Miracles was almost double, didn't get one from aquarium obsessed as far as I know but BV was $500 cheaper than my best quote.


----------



## jimmyjam (Nov 6, 2007)

*lights*

480 is good, but imagine the pearling with 3x250halides .. yeahhh http://www.fishneedit.com/metal-halide.html

just throwing it out there ... lol and maybe some t5s and moonlight too


----------



## ameekplec. (May 1, 2008)

MH are old technology - T5HO is the way to go. More efficient, way better and uniform spread, more bulb choices, way less heat.

Also, you're looking at 750w just to somewhat evenly cover 5 feet. Whereas the T5s evenly cover the whole expanse, side to side and front to back. 

Get with the times


----------



## jimmyjam (Nov 6, 2007)

*whaaa*

hahha i totally disagree.. check out all amanos scapes man, all halides HQI at 8000-10k spectrum(to get more shimmer). Awesome technology! I have never had growth like halide growth man, I promise you. I have had compacts, then t5s HO with about the same wattage over my 75g right before i got the 2x150s and what a difference it made. Much better growth and pearling. Only diff is that I prefer the T5 colour choices, you dont get as much good blending of bulbs with halides.
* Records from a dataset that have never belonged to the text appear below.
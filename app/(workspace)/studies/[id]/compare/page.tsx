import { ComparePage } from '@/components/planner/compare-page';

/** `?designs=3,5,8`: the designs to compare, in order (at most four). */
export default async function StudyComparePage({ searchParams }: { searchParams: Promise<{ designs?: string }> }) {
  const { designs } = await searchParams;
  const ids = [...new Set((designs ?? '').split(',').filter((s) => /^\d{1,10}$/.test(s)).map(Number))].slice(0, 4);
  return <ComparePage ids={ids} />;
}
I smell debate war brewing =p


----------



## ameekplec. (May 1, 2008)

There is no debate or war. T5HO is the way. This conversation is over.

No really, what bulbs/reflectors/ballasts/cooling were you using on your tank when you had T5s? There's no way you had a half-decent T5HO set up putting out ~300W (6 54w bulbs) and had worse pearling. It's pretty well fact now that T5s are just as good as if not better than MH for lighting up tanks. Shimmer may be something T5s lack, but MHs lack just about everything else 

Consigliere, look into active cooling for your bulbs. You can achieve a significant increase in PAR with the bulbs at their optimal operating temperature vs no active cooling.


----------



## jimmyjam (Nov 6, 2007)

so u just admitted that its almost up to par and not quite...and why would heating be a issue if its open top tank, my pendents dont have fans either.. I dont doubt T5 are great and I would have add 2 sets to mine on each side if i had the money, but if you have worked with all the different types of lighting, you would know this is way better .. but not for the money obviously. Theres a reason why the world most well known aquascaper only uses this lighting.
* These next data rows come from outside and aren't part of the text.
"""One-file export of the worksheet functions, for a Python that cannot install packages.

Some runtimes (for example Python running inside a spreadsheet or a browser
page) offer numpy, scipy and pandas but cannot ``pip install`` this project.
:func:`write_single_file` writes one ``.py`` file that carries the sources of
:mod:`layerwise.engine` and of the plain cell functions (the bridge modules
the LW_ functions need: ``functions``, ``capital_functions``, ``cells``,
``handles``; not the headless recalculation, charts or command line). Run the
file (``exec`` it, paste it into the runtime's code cell, or ``import`` it):
it installs an import hook serving the embedded sources as the modules
``layerwise``, ``layerwise.engine...`` and ``layerwise.addin...``, then
defines every published LW_ function at its top level, with ``FUNCTIONS``
(name -> callable) and ``describe_functions()``::

    LW_PREMIUM("freqsev(poisson 5, lognormal 2e6 2.5)", 5e6, 10e6, "wang 0.4")

xlwings is not needed: without it the bridge's decorators are no-op
stand-ins that only record the metadata. The file uses the standard library
besides numpy, scipy and pandas. Running it again with the same content
reuses the modules already loaded; a file of a different content replaces
the modules of an earlier one. If a ``layerwise`` installed as a package is
already imported in the process, the file warns and uses that one.

Command line (for the project's CLI to wire in): :func:`export_main`.
"""
from __future__ import annotations

import argparse
import ast
import hashlib
import importlib.util
import os
import sys
from pathlib import Path

__all__ = ["ROOT_MODULES", "bundle_modules", "render_single_file", "write_single_file", "export_main"]

# The modules the file must provide; whatever they import from layerwise is added (see bundle_modules).
ROOT_MODULES = ("layerwise.engine", "layerwise.addin.functions")
_PACKAGE = "layerwise"


def _spec(name: str):
    try:
        return importlib.util.find_spec(name)
    except (ImportError, ValueError):
        return None


def _internal_imports(name: str, source: str, is_package: bool) -> set[str]:
    """Names of layerwise modules that ``source`` (module ``name``) may import, at any depth of its code."""
    package = name if is_package else name.rpartition(".")[0]
    found = set()
    for node in ast.walk(ast.parse(source)):
        if isinstance(node, ast.Import):
            found.update(a.name for a in node.names)
        elif isinstance(node, ast.ImportFrom):
            if node.level:
                base = package
                for _ in range(node.level - 1):
                    base = base.rpartition(".")[0]
                base = f"{base}.{node.module}" if node.module else base
            else:
                base = node.module or ""
            found.add(base)
            found.update(f"{base}.{a.name}" for a in node.names)  # "from . import cells" names a module
    return {n for n in found if n == _PACKAGE or n.startswith(_PACKAGE + ".")}


def bundle_modules(roots=ROOT_MODULES) -> dict[str, tuple[str, bool]]:
    """Module name -> (source, is_package) for ``roots``, every engine module, and what they import from layerwise.

    Names are ordered (packages before their modules). The top package
    ``layerwise`` itself has no source of its own and is given as an empty one.
    """
    out: dict[str, tuple[str, bool]] = {_PACKAGE: ("", True)}
    todo = list(roots)
    engine = _spec("layerwise.engine")
    if engine is not None and engine.submodule_search_locations:
        for path in sorted(Path(next(iter(engine.submodule_search_locations))).glob("*.py")):
            if path.stem != "__init__":
                todo.append(f"layerwise.engine.{path.stem}")
    while todo:
        name = todo.pop()
        if name in out:
            continue
        spec = _spec(name)
        if spec is None or spec.origin is None or not spec.origin.endswith(".py"):
            continue  # e.g. "layerwise.engine.models.Layer" seen as a possible module: a name in a module
        source = Path(spec.origin).read_text(encoding="utf-8")
        is_package = spec.submodule_search_locations is not None
        out[name] = (source, is_package)
        parts = name.split(".")
        todo.extend(".".join(parts[:i]) for i in range(2, len(parts)))  # parent packages
        todo.extend(_internal_imports(name, source, is_package))
    return dict(sorted(out.items()))


def _literal(text: str) -> str:
    """A Python literal for ``text``: a readable raw triple-quoted string where that is exact, else repr()."""
    for quote in ("'''", '"""'):
        if quote not in text and not text.endswith(quote[0]) and not text.endswith("\\"):
            candidate = f"r{quote}{text}{quote}"
            try:
                if ast.literal_eval(candidate) == text:
                    return candidate
            except (SyntaxError, ValueError):
                pass
    return repr(text)


_HEADER = '''\
"""layerwise {version}: the published LW_ worksheet functions in one file (generated; do not edit).

Generated by layerwise.addin.export.write_single_file from the package's sources.
Needs Python >= 3.11 with numpy, scipy and pandas; not xlwings, not the layerwise package.
Running this file installs the embedded modules layerwise.engine and layerwise.addin
(an import hook over the sources below) and defines every LW_ function at top level:

    LW_PREMIUM("freqsev(poisson 5, lognormal 2e6 2.5)", 5e6, 10e6, "wang 0.4")

FUNCTIONS maps each name to its function; describe_functions() lists their arguments.
Arguments are cell-shaped (numbers, texts, lists of rows for ranges); bad input comes
back as a text error value such as "#VALUE! LW_PREMIUM(limit): ...", never an exception.
"""
'''

_INSTALLER = '''
import importlib.abc as _abc
import importlib.util as _util
import sys as _sys
import warnings as _warnings


class _LayerwiseBundle(_abc.MetaPathFinder, _abc.InspectLoader):
    """Serves the embedded sources as importable modules (tracebacks show their lines)."""

    def __init__(self, sources, packages, digest):
        self.sources, self.packages, self.digest = sources, packages, digest

    def _filename(self, fullname):
        return "<layerwise bundle>/" + fullname.replace(".", "/") + ("/__init__.py" if fullname in self.packages else ".py")

    def find_spec(self, fullname, path=None, target=None):
        if fullname not in self.sources:
            return None
        spec = _util.spec_from_loader(fullname, self, origin=self._filename(fullname), is_package=fullname in self.packages)
        spec.has_location = True  # sets __file__, so inspect and tracebacks find the lines (through get_source)
        return spec

    def is_package(self, fullname):
        return fullname in self.packages

    def get_source(self, fullname):
        if fullname not in self.sources:
            raise ImportError(f"{fullname} is not in the layerwise bundle", name=fullname)
        return self.sources[fullname]

    def get_code(self, fullname):
        return compile(self.get_source(fullname), self._filename(fullname), "exec", dont_inherit=True)


def _is_bundle(obj):
    return type(obj).__name__ == "_LayerwiseBundle"  # also the class of an earlier run of a file like this one


def _install():
    loaded = _sys.modules.get("layerwise")
    if loaded is not None:
        owner = getattr(loaded, "__loader__", None)
        if not _is_bundle(owner):
            _warnings.warn(f"layerwise is already imported from {list(getattr(loaded, '__path__', []))!r}; "
                           "its functions are used instead of this file's", RuntimeWarning, stacklevel=2)
            return
        if owner.digest == _DIGEST:
            return  # this same file ran before: keep its modules (and their caches)
        for name in [n for n in _sys.modules if n == "layerwise" or n.startswith("layerwise.")]:
            del _sys.modules[name]  # modules of an earlier, different file
    _sys.meta_path[:] = [f for f in _sys.meta_path if not _is_bundle(f)]
    _sys.meta_path.insert(0, _LayerwiseBundle(_SOURCES, _PACKAGES, _DIGEST))


_install()

from layerwise.addin import functions as _functions  # noqa: E402

FUNCTIONS = dict(_functions.FUNCTIONS)
describe_functions = _functions.describe_functions
globals().update(FUNCTIONS)
__all__ = ["FUNCTIONS", "describe_functions", *FUNCTIONS]
'''


def _version() -> str:
    try:
        from importlib.metadata import version

        return version("layerwise")
    except Exception:  # pragma: no cover - running from a source tree that is not installed
        return "(unknown version)"


def render_single_file(roots=ROOT_MODULES) -> str:
    """The text of the one-file export (deterministic: the same sources give the same text)."""
    modules = bundle_modules(roots)
    digest = hashlib.blake2b(digest_size=12)
    for name, (source, is_package) in modules.items():
        digest.update(f"{name}|{is_package}|".encode())
        digest.update(source.encode("utf-8"))
    parts = [_HEADER.format(version=_version()), "\n_SOURCES = {\n"]
    for name, (source, _) in modules.items():
        parts.append(f"    {name!r}: {_literal(source)},\n")
    parts.append("}\n")
    packages = sorted(n for n, (_, is_package) in modules.items() if is_package)
    parts.append(f"_PACKAGES = frozenset({packages!r})\n")
    parts.append(f"_DIGEST = {digest.hexdigest()!r}\n")
    parts.append(_INSTALLER)
    text = "".join(parts)
    _check(text, modules)
    return text


def _check(text: str, modules: dict) -> None:
    """The embedded literals give back exactly the sources (a guard on :func:`_literal`)."""
    tree = ast.parse(text)
    for node in tree.body:
        if isinstance(node, ast.Assign) and getattr(node.targets[0], "id", None) == "_SOURCES":
            embedded = ast.literal_eval(node.value)
            if embedded != {n: s for n, (s, _) in modules.items()}:
                raise RuntimeError("the single-file export does not reproduce the sources exactly")
            return
    raise RuntimeError("the single-file export has no _SOURCES")


def write_single_file(path) -> Path:
    """Write the one-file export to ``path`` (a file, or a folder to hold ``layerwise_functions.py``); return its path."""
    given = str(path)
    path = Path(path)
    if path.is_dir() or given.endswith(("/", os.sep)):
        path = path / "layerwise_functions.py"
    path.parent.mkdir(parents=True, exist_ok=True)
    path.write_text(render_single_file(), encoding="utf-8")
    return path


def export_main(argv=None) -> int:
    """``export [PATH]``: write the one-file export (default ./layerwise_functions.py) and print its path."""
    parser = argparse.ArgumentParser(
        prog="layerwise export",
        description="Write the LW_ worksheet functions and the engine as one .py file for a Python "
                    "that has numpy, scipy and pandas but cannot install packages.",
    )
    parser.add_argument("path", nargs="?", default="layerwise_functions.py",
                        help="file to write, or a folder (default: ./layerwise_functions.py)")
    args = parser.parse_args(argv)
    out = write_single_file(args.path)
    print(out)
    return 0


if __name__ == "__main__":  # pragma: no cover
    sys.exit(export_main())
my old setup was nova extreme 4x54 plus another glolight 54x2, I got pearling , but nothing like this.. my tank is bubbling from everywhere. I will put up a vid of it pearling. its crazy.
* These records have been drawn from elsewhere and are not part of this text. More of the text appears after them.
"""PNG charts for priced towers: exceedance curve with layers, distortions, premium split.

Charts are drawn with matplotlib's non-interactive Agg backend, so they work
headless. Each function writes one PNG and returns its path.
"""
from __future__ import annotations

import math
from pathlib import Path

import matplotlib

matplotlib.use("Agg")
import matplotlib.pyplot as plt  # noqa: E402
import numpy as np  # noqa: E402
from matplotlib.ticker import FuncFormatter  # noqa: E402

__all__ = ["exceedance_chart", "distortion_chart", "premium_split_chart"]

_LAYER_COLOURS = ["#4c72b0", "#dd8452", "#55a868", "#c44e52", "#8172b3", "#937860", "#da8bc3", "#8c8c8c", "#ccb974", "#64b5cd"]


def _short_amount(x, _pos=None) -> str:
    """Tick label for an amount: 0, 250k, 50m, 1.5bn (no offset or scientific notation)."""
    for scale, suffix in ((1e9, "bn"), (1e6, "m"), (1e3, "k")):
        if abs(x) >= scale:
            return f"{x / scale:,.4g}{suffix}"
    return f"{x:,.4g}"


def _amount_axis(axis) -> None:
    axis.set_major_formatter(FuncFormatter(_short_amount))


def _finish(fig, path) -> Path:
    path = Path(path)
    path.parent.mkdir(parents=True, exist_ok=True)
    fig.tight_layout()
    fig.savefig(path, dpi=110)
    plt.close(fig)
    return path


def exceedance_chart(model, layers, path, *, title: str | None = None) -> Path:
    """Annual exceedance probability of the model's ground-up loss, with each layer's band shaded.

    Aggregate layers are drawn on the annual total; per-occurrence layers are
    drawn at their per-occurrence bounds, on the same loss axis.
    """
    dist = model.annual()
    x, s = dist.values, dist.sf
    keep = s > 0
    tops = [lay.attachment + lay.limit for lay in layers]
    finite_tops = [t for t in tops if math.isfinite(t)]
    x_hi = max(finite_tops + [float(dist.quantile(0.999))]) * 1.1 if finite_tops else float(dist.quantile(0.999))
    fig, ax = plt.subplots(figsize=(7.5, 4.5))
    ax.step(x[keep], s[keep], where="post", color="black", lw=1.4, label="P(annual loss > x)")
    for i, lay in enumerate(layers):
        lo = lay.attachment
        hi = lo + lay.limit if math.isfinite(lay.limit) else x_hi
        ax.axvspan(lo, hi, color=_LAYER_COLOURS[i % len(_LAYER_COLOURS)], alpha=0.22, lw=0,
                   label=f"layer {i + 1}: {lay.describe()}" if len(layers) <= 10 else None)
    ax.set_yscale("log")
    y_lo = max(float(s[keep][s[keep] > 0].min()) if keep.any() else 1e-6, 1e-7)
    ax.set_ylim(max(y_lo, 1e-6), 1.0)
    ax.set_xlim(0, x_hi)
    ax.set_xlabel("loss")
    _amount_axis(ax.xaxis)
    ax.set_ylabel("exceedance probability (log scale)")
    ax.set_title(title or f"Exceedance curve: {model.describe()}", fontsize=10)
    ax.grid(True, which="both", alpha=0.3)
    ax.legend(fontsize=7, loc="upper right")
    return _finish(fig, path)


def distortion_chart(distortions: dict, path, *, title: str = "Distortion functions in use") -> Path:
    """g(s) against s for each named distortion, with the diagonal g(s) = s (no risk load)."""
    s = np.linspace(0.0, 1.0, 801)
    fig, ax = plt.subplots(figsize=(5.5, 5.0))
    ax.plot(s, s, color="grey", ls="--", lw=1, label="expected value (g(s) = s)")
    for i, (name, g) in enumerate(distortions.items()):
        gs = np.asarray(g(s), dtype=float)
        gs[0] = 0.0
        label = name if name == g.label() else f"{name}: {g.label()}"
        ax.plot(s, gs, color=_LAYER_COLOURS[i % len(_LAYER_COLOURS)], lw=1.6, label=label)
    ax.set_xlim(0, 1)
    ax.set_ylim(0, 1.02)
    ax.set_xlabel("survival probability s")
    ax.set_ylabel("distorted probability g(s)")
    ax.set_title(title, fontsize=10)
    ax.grid(True, alpha=0.3)
    ax.legend(fontsize=7, loc="lower right")
    return _finish(fig, path)


def premium_split_chart(table, path, *, title: str = "Premium and capital by layer") -> Path:
    """Stacked bars per layer: expected loss + margin (= premium), then capital (= collateral - premium).

    ``table`` is a priced tower (engine.price_layers output) for one distortion.
    """
    labels = [f"L{i + 1}" for i in range(len(table))]
    el = np.asarray(table["expected_loss"], dtype=float)
    margin = np.asarray(table["margin"], dtype=float)
    capital = np.asarray(table["capital"], dtype=float)
    capital = np.where(np.isfinite(capital), capital, 0.0)
    fig, ax = plt.subplots(figsize=(7.5, 4.5))
    pos = np.arange(len(labels))
    ax.bar(pos, el, color="#4c72b0", label="expected loss")
    ax.bar(pos, margin, bottom=el, color="#dd8452", label="margin")
    ax.bar(pos, capital, bottom=el + margin, color="#c7c7c7", label="capital")
    ax.set_xticks(pos, labels)
    ax.set_ylabel("amount")
    _amount_axis(ax.yaxis)
    ax.set_title(title, fontsize=10)
    ax.grid(True, axis="y", alpha=0.3)
    ax.legend(fontsize=8)
    for p, prem, roc in zip(pos, el + margin, np.asarray(table["return_on_capital"], dtype=float)):
        if math.isfinite(roc):
            ax.annotate(f"RoC {roc:.1%}", (p, prem), textcoords="offset points", xytext=(0, 3), ha="center", fontsize=7)
    return _finish(fig, path)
What tanks and specs are you running plecs


----------



## ameekplec. (May 1, 2008)

jimmyjam said:


> so u just admitted that its almost up to par and not quite...


Ok. T5HO are superior to MH. There I said it.



jimmyjam said:


> Why would heating be a issue if its open top tank, my pendents dont have fans either..


Have you ever checked your temperature when the lights are on vs off? You probably have pretty large temp swings. Also, open top of not, Halides throw out way more heat than T5s - T5s, you'd be lucky to get a 2 - 3F increase. Don't think anyone can say the same for MHs.



jimmyjam said:


> I dont doubt T5 are great and I would have add 2 sets to mine on each side if i had the money, but if you have worked with all the different types of lighting, you would know this is way better .. but not for the money obviously. Theres a reason why the world most well known aquascaper only uses this lighting.


Sorry, T5s are the way. A lot of old guys like what they like and wouldn't change the world for it.



jimmyjam said:


> my old setup was nova extreme 4x54 plus another glolight 54x2, I got pearling , but nothing like this.. my tank is bubbling from everywhere. I will put up a vid of it pearling. its crazy.


The single reflector on the Nova fixture is slightly better than a flat sheet of aluminum. The hagen units' reflectors aren't exactly the greatest either. To have a decent T5HO set up, you really need to have good quality reflectors.

On my old pressurized set-up (20 high), I used a simple 65w PC. Did the job. 
However, on a fourthcoming reef tank, instead of using 2x 250w MHs, I'll be using an ATI sunpower 6x54w T5HO unit, which will outshine the MH any day of the week


----------



## jimmyjam (Nov 6, 2007)

Ahhh so u havent even tried halides, So all you have tried is pc with plants. .. so how can u even compareÉ Your just basing your knowledge on forum he say she say, which most forums debate to death on this topic. So this will be the last post on the subject unless someone else wants to start a topic on it.. lol 

Considering he already got the lights, I give up.

I have checked diff in temp, its about 3 degrees. my diy external heater doesa good job at night. stays around 26. 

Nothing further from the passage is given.